WORK REQUIRED
Reproduce the data exactly. Omit no record.

--

import { describe, expect, it } from 'vitest';
import { buildChecklist, inspectableItems, OBSERVATION_FIELDS } from '@/lib/engine';

const reefer = buildChecklist({ kind: 'reefer', hingesPerDoor: 4, axles: 2, tireLayout: 'dual' });
const keys = (c: ReturnType<typeof buildChecklist>) => c.items.map((i) => i.key);

describe('buildChecklist', () => {
  it('gives a reefer the unit, fuel tank, insulation walls, bulkhead, air chute and readings', () => {
    const k = keys(reefer);
    expect(k).toContain('reefer_unit.housing');
    expect(k).toContain('undercarriage.fuel_tank.leaks');
    expect(k).toContain('interior.air_chute');
    expect(k).toContain('interior.bulkhead');
    expect(reefer.items.find((i) => i.key === 'interior.left_wall')?.kind).toBe('skin');
    expect(reefer.items.filter((i) => i.kind === 'reading').map((i) => i.reading)).toEqual([
      'fuelEighths',
      'isUnitOn',
      'setpointF',
      'returnAirF',
      'engineHours',
      'preTrip',
    ]);
  });

  it('leaves reefer-only items off a dry van', () => {
    const van = buildChecklist({ kind: 'dry_van', hingesPerDoor: 4, axles: 2, tireLayout: 'dual' });
    const k = keys(van);
    expect(k.some((x) => x.startsWith('reefer_unit.') || x.startsWith('readings.'))).toBe(false);
    expect(k.some((x) => x.startsWith('undercarriage.fuel_tank'))).toBe(false);
    expect(van.items.find((i) => i.key === 'interior.left_wall')?.kind).toBe('condition');
    expect(van.zones.map((z) => z.key)).not.toContain('reefer_unit');
  });

  it('has the four tandem locking pins by position (common practice: two per side)', () => {
    const pins = reefer.items.filter((i) => i.kind === 'pin').map((i) => i.key);
    expect(pins).toEqual([
      'undercarriage.tandem_pin.left_front',
      'undercarriage.tandem_pin.left_rear',
      'undercarriage.tandem_pin.right_front',
      'undercarriage.tandem_pin.right_rear',
    ]);
  });

  it('follows the trailer hinge count (common practice: four or five per door)', () => {
    const five = buildChecklist({ kind: 'reefer', hingesPerDoor: 5, axles: 2, tireLayout: 'dual' });
    expect(reefer.items.filter((i) => i.kind === 'hinge')).toHaveLength(8);
    expect(five.items.filter((i) => i.kind === 'hinge')).toHaveLength(10);
    expect(keys(five)).toContain('rear.door_right.hinge_5');
    expect(keys(reefer)).not.toContain('rear.door_right.hinge_5');
  });

  it('follows the tire layout: duals give four per axle, wide singles two', () => {
    const single = buildChecklist({ kind: 'reefer', hingesPerDoor: 4, axles: 2, tireLayout: 'wide_single' });
    expect(reefer.items.filter((i) => i.kind === 'tire').map((i) => i.key)).toEqual([
      'tires.axle1.left_outer',
      'tires.axle1.left_inner',
      'tires.axle1.right_inner',
      'tires.axle1.right_outer',
      'tires.axle2.left_outer',
      'tires.axle2.left_inner',
      'tires.axle2.right_inner',
      'tires.axle2.right_outer',
    ]);
    expect(single.items.filter((i) => i.kind === 'tire').map((i) => i.key)).toEqual([
      'tires.axle1.left',
      'tires.axle1.right',
      'tires.axle2.left',
      'tires.axle2.right',
    ]);
  });

  it('keeps keys unique and the flat list equal to the zones in order', () => {
    const k = keys(reefer);
    expect(new Set(k).size).toBe(k.length);
    expect(reefer.zones.flatMap((z) => z.items)).toEqual(reefer.items);
    for (const item of reefer.items) expect(item.key.startsWith(`${item.zone}.`)).toBe(true);
  });

  it('is stable: the same spec gives the same keys, and common keys survive a spec change', () => {
    const again = buildChecklist({ kind: 'reefer', hingesPerDoor: 4, axles: 2, tireLayout: 'dual' });
    expect(keys(again)).toEqual(keys(reefer));
    const five = buildChecklist({ kind: 'reefer', hingesPerDoor: 5, axles: 2, tireLayout: 'dual' });
    for (const k of keys(reefer)) expect(keys(five)).toContain(k);
  });

  it('rejects a nonsense axle count', () => {
    expect(() => buildChecklist({ kind: 'reefer', hingesPerDoor: 4, axles: 0, tireLayout: 'dual' })).toThrow(
      RangeError,
    );
  });

  it('lists form fields per kind and excludes readings from comparison', () => {
    expect(OBSERVATION_FIELDS.tire).toEqual(['treadThirtySeconds', 'isHoldingAir']);
    expect(OBSERVATION_FIELDS.spare).toEqual(['isMounted', 'isHoldingAir']);
    expect(inspectableItems(reefer).some((i) => i.kind === 'reading')).toBe(false);
    expect(inspectableItems(reefer)).toHaveLength(reefer.items.length - 6);
  });
});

--

SOLUTION TO THIS EXERCISE
import { describe, expect, it } from 'vitest';
import { buildChecklist, inspectableItems, OBSERVATION_FIELDS } from '@/lib/engine';

const reefer = buildChecklist({ kind: 'reefer', hingesPerDoor: 4, axles: 2, tireLayout: 'dual' });
const keys = (c: ReturnType<typeof buildChecklist>) => c.items.map((i) => i.key);

describe('buildChecklist', () => {
  it('gives a reefer the unit, fuel tank, insulation walls, bulkhead, air chute and readings', () => {
    const k = keys(reefer);
    expect(k).toContain('reefer_unit.housing');
    expect(k).toContain('undercarriage.fuel_tank.leaks');
    expect(k).toContain('interior.air_chute');
    expect(k).toContain('interior.bulkhead');
    expect(reefer.items.find((i) => i.key === 'interior.left_wall')?.kind).toBe('skin');
    expect(reefer.items.filter((i) => i.kind === 'reading').map((i) => i.reading)).toEqual([
      'fuelEighths',
      'isUnitOn',
      'setpointF',
      'returnAirF',
      'engineHours',
      'preTrip',
    ]);
  });

  it('leaves reefer-only items off a dry van', () => {
    const van = buildChecklist({ kind: 'dry_van', hingesPerDoor: 4, axles: 2, tireLayout: 'dual' });
    const k = keys(van);
    expect(k.some((x) => x.startsWith('reefer_unit.') || x.startsWith('readings.'))).toBe(false);
    expect(k.some((x) => x.startsWith('undercarriage.fuel_tank'))).toBe(false);
    expect(van.items.find((i) => i.key === 'interior.left_wall')?.kind).toBe('condition');
    expect(van.zones.map((z) => z.key)).not.toContain('reefer_unit');
  });

  it('has the four tandem locking pins by position (common practice: two per side)', () => {
    const pins = reefer.items.filter((i) => i.kind === 'pin').map((i) => i.key);
    expect(pins).toEqual([
      'undercarriage.tandem_pin.left_front',
      'undercarriage.tandem_pin.left_rear',
      'undercarriage.tandem_pin.right_front',
      'undercarriage.tandem_pin.right_rear',
    ]);
  });

  it('follows the trailer hinge count (common practice: four or five per door)', () => {
    const five = buildChecklist({ kind: 'reefer', hingesPerDoor: 5, axles: 2, tireLayout: 'dual' });
    expect(reefer.items.filter((i) => i.kind === 'hinge')).toHaveLength(8);
    expect(five.items.filter((i) => i.kind === 'hinge')).toHaveLength(10);
    expect(keys(five)).toContain('rear.door_right.hinge_5');
    expect(keys(reefer)).not.toContain('rear.door_right.hinge_5');
  });

  it('follows the tire layout: duals give four per axle, wide singles two', () => {
    const single = buildChecklist({ kind: 'reefer', hingesPerDoor: 4, axles: 2, tireLayout: 'wide_single' });
    expect(reefer.items.filter((i) => i.kind === 'tire').map((i) => i.key)).toEqual([
      'tires.axle1.left_outer',
      'tires.axle1.left_inner',
      'tires.axle1.right_inner',
      'tires.axle1.right_outer',
      'tires.axle2.left_outer',
      'tires.axle2.left_inner',
      'tires.axle2.right_inner',
      'tires.axle2.right_outer',
    ]);
    expect(single.items.filter((i) => i.kind === 'tire').map((i) => i.key)).toEqual([
      'tires.axle1.left',
      'tires.axle1.right',
      'tires.axle2.left',
      'tires.axle2.right',
    ]);
  });

  it('keeps keys unique and the flat list equal to the zones in order', () => {
    const k = keys(reefer);
    expect(new Set(k).size).toBe(k.length);
    expect(reefer.zones.flatMap((z) => z.items)).toEqual(reefer.items);
    for (const item of reefer.items) expect(item.key.startsWith(`${item.zone}.`)).toBe(true);
  });

  it('is stable: the same spec gives the same keys, and common keys survive a spec change', () => {
    const again = buildChecklist({ kind: 'reefer', hingesPerDoor: 4, axles: 2, tireLayout: 'dual' });
    expect(keys(again)).toEqual(keys(reefer));
    const five = buildChecklist({ kind: 'reefer', hingesPerDoor: 5, axles: 2, tireLayout: 'dual' });
    for (const k of keys(reefer)) expect(keys(five)).toContain(k);
  });

  it('rejects a nonsense axle count', () => {
    expect(() => buildChecklist({ kind: 'reefer', hingesPerDoor: 4, axles: 0, tireLayout: 'dual' })).toThrow(
      RangeError,
    );
  });

  it('lists form fields per kind and excludes readings from comparison', () => {
    expect(OBSERVATION_FIELDS.tire).toEqual(['treadThirtySeconds', 'isHoldingAir']);
    expect(OBSERVATION_FIELDS.spare).toEqual(['isMounted', 'isHoldingAir']);
    expect(inspectableItems(reefer).some((i) => i.kind === 'reading')).toBe(false);
    expect(inspectableItems(reefer)).toHaveLength(reefer.items.length - 6);
  });
});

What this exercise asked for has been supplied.